Commerzbank reports that Vietnam's Consumer Price Index (CPI) for May 2024 rose to 5.6% year-on-year, marking the highest level since January 2020. This increase was primarily driven by elevated food and energy costs, which have been affected by supply disruptions linked to tensions in the Middle East. Despite the uptick, May's inflation figure came in slightly below the Bloomberg consensus expectation of 5.8% and was up from 5.5% in April. The average CPI for the first five months of 2024 was 4.3%, just under the State Bank of Vietnam’s (SBV) 4.5% target. Core CPI, which excludes volatile and administered prices, remained steady at 4.7%, unchanged from April [1].
Vietnam's trade deficit widened to a record USD 5.2 billion, attributed to strong import growth. This development highlights growing supply-side headwinds for the Vietnamese economy as inflation accelerates. In the foreign exchange market, the USD/VND pair rose 0.1% to 26,344, remaining relatively stable due to the SBV's consistent fixing rate over the past month. Year-to-date, the Vietnamese Dong has depreciated only 0.3% against the US Dollar, and the pair is 1.1% higher than its pre-conflict level [1].

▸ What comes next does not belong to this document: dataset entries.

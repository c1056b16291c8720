import type { ColumnKind } from "../columns.ts";
import type { MergedTotals, PortfolioLine, PortfolioSiteRequest } from "./portfolio-lines.ts";

/** Sites as the caller has them. */
export type PortfolioSites = Iterable<PortfolioSiteRequest> | AsyncIterable<PortfolioSiteRequest>;

/**
 * A portfolio under way: loop over it with `for await` for what became of each site, as sites are done; `totals()` says
 * what those handed over come to. Nothing is sent before the loop begins, and leaving the loop ends what is under way.
 */
export interface PortfolioRun<C extends ColumnKind = "plain"> extends AsyncIterable<PortfolioLine<C>> {
  /** What the sites that were handed over so far come to; after the loop, all of them. New at each call. */
  totals(): MergedTotals;
  /** Begins the loop, which can be had once: throws TypeError after that. */
  [Symbol.asyncIterator](): AsyncGenerator<PortfolioLine<C>, void, undefined>;
}
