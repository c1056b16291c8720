// generated from openapi/openapi.json by sdk/scripts/generate.ts: do not edit
import type { Column } from "../columns.ts";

Commerzbank notes that while inflationary pressures are mounting, they are mainly driven by higher energy prices, and there are currently no signs of second-order effects spreading through the economy. The overall outlook suggests that Vietnam is contending with significant supply-side challenges, but the central bank's policies have helped anchor the currency and keep inflation somewhat contained [1].
CONCLUSION
Vietnam is experiencing its highest inflation in over four years and a record trade deficit, primarily due to supply disruptions and rising energy costs. Despite these challenges, the Vietnamese Dong remains relatively stable, and inflation has not yet triggered broader economic effects. The market is closely watching for further developments as supply-side pressures persist.